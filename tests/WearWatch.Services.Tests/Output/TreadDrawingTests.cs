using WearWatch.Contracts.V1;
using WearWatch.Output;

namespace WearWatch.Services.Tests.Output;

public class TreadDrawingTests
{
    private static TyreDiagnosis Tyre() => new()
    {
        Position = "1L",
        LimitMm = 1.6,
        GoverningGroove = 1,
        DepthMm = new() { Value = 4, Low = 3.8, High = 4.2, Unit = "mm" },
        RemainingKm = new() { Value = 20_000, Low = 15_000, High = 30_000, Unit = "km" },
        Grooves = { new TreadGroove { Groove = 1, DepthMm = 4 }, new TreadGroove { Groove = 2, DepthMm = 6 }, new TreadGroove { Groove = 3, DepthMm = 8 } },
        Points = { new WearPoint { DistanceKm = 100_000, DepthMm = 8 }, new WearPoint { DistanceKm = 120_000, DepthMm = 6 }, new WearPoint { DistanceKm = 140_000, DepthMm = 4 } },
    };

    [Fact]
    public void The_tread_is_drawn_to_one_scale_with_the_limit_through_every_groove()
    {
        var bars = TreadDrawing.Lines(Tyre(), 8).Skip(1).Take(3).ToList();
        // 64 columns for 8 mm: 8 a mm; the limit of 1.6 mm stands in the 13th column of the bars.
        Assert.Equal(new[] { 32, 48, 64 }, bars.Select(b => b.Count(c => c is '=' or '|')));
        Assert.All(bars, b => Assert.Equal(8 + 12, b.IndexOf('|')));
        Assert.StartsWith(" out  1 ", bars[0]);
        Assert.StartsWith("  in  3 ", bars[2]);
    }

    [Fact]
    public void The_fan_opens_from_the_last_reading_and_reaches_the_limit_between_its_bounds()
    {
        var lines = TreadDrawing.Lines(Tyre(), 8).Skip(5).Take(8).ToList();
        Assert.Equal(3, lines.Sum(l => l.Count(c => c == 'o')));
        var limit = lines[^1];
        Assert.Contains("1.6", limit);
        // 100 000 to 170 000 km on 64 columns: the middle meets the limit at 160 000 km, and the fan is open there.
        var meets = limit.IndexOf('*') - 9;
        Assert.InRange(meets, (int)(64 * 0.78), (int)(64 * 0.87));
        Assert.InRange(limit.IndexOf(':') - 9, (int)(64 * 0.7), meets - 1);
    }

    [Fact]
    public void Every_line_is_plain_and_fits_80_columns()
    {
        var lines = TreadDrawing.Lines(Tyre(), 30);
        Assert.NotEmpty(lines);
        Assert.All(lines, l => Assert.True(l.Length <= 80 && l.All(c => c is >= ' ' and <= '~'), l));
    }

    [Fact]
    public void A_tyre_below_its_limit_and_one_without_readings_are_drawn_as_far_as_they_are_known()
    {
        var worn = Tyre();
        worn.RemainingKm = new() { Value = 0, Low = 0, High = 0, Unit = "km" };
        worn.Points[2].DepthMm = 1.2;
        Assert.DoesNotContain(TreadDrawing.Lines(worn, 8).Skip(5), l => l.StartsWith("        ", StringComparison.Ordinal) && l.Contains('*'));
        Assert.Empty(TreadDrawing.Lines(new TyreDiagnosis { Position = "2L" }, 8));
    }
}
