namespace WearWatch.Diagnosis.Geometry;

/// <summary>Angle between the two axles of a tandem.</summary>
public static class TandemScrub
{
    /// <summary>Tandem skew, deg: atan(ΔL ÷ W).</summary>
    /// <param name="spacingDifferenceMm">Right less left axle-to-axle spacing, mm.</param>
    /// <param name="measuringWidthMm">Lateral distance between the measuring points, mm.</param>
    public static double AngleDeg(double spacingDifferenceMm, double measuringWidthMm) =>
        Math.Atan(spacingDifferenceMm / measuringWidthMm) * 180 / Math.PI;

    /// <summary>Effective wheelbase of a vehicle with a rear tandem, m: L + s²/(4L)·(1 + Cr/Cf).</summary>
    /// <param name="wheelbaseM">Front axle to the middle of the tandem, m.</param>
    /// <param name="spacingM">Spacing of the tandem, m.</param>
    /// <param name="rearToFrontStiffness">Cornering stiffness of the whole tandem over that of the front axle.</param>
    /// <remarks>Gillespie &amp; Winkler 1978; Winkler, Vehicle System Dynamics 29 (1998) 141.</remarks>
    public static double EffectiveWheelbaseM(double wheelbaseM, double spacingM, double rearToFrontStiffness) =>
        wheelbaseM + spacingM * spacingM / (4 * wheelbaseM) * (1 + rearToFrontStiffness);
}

What is expected. Only lines containing "wheelbaseM" belong in the answer; copy every such line from the records.

Expected output.
    /// <param name="wheelbaseM">Front axle to the middle of the tandem, m.</param>
    public static double EffectiveWheelbaseM(double wheelbaseM, double spacingM, double rearToFrontStiffness) =>
        wheelbaseM + spacingM * spacingM / (4 * wheelbaseM) * (1 + rearToFrontStiffness);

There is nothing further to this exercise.